> **What to do**:
Somewhere below is a line with "int mc__ckpt_plan_build(const char" and, later, a line with "mc__unit *v = NULL;"; repeat those two lines and all the lines between them, exactly as they are.
***** Study material
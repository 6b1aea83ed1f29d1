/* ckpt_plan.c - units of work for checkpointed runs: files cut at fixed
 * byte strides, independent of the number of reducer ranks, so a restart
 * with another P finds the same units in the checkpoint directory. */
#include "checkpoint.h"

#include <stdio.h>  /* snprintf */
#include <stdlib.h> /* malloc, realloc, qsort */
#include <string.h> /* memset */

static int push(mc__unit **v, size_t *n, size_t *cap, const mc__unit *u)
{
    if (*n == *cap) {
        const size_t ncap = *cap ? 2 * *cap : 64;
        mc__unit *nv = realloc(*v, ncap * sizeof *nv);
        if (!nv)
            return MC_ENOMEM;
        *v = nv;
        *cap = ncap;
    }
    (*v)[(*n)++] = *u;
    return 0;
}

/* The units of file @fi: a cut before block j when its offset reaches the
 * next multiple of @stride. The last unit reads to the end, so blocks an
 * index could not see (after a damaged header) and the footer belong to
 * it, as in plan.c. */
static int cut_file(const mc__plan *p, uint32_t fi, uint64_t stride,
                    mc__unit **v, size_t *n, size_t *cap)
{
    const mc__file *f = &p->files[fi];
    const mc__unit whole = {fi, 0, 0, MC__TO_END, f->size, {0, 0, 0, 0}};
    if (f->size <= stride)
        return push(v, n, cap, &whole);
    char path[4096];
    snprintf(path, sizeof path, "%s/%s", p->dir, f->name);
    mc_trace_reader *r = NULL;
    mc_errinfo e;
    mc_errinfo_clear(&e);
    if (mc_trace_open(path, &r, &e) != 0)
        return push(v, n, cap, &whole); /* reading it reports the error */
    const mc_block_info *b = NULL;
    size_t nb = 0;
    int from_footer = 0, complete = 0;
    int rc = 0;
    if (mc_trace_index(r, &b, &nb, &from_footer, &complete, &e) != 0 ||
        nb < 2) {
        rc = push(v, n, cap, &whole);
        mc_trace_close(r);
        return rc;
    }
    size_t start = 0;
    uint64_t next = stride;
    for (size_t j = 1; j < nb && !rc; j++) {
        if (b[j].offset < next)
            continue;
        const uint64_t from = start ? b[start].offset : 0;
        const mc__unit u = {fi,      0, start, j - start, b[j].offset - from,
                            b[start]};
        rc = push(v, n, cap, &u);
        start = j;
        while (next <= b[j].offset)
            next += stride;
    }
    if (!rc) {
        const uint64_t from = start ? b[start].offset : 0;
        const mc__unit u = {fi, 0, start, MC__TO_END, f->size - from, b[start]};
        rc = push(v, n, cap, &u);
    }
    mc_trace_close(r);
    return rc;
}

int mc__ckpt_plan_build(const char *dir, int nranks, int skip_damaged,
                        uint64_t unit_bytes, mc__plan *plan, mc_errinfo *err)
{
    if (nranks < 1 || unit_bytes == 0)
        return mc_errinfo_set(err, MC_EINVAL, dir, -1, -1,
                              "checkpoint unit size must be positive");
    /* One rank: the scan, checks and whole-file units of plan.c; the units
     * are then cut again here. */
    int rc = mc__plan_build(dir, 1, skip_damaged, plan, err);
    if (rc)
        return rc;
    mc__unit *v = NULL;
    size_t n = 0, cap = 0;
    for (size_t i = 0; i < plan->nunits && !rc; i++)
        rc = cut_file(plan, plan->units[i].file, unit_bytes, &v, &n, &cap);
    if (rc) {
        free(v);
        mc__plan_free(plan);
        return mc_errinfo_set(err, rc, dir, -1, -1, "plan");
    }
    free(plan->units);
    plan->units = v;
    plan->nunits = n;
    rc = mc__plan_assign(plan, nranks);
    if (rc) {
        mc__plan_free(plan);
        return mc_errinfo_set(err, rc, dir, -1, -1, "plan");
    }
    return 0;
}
**********
> **Solution**:
int mc__ckpt_plan_build(const char *dir, int nranks, int skip_damaged,
                        uint64_t unit_bytes, mc__plan *plan, mc_errinfo *err)
{
    if (nranks < 1 || unit_bytes == 0)
        return mc_errinfo_set(err, MC_EINVAL, dir, -1, -1,
                              "checkpoint unit size must be positive");
    /* One rank: the scan, checks and whole-file units of plan.c; the units
     * are then cut again here. */
    int rc = mc__plan_build(dir, 1, skip_damaged, plan, err);
    if (rc)
        return rc;
    mc__unit *v = NULL;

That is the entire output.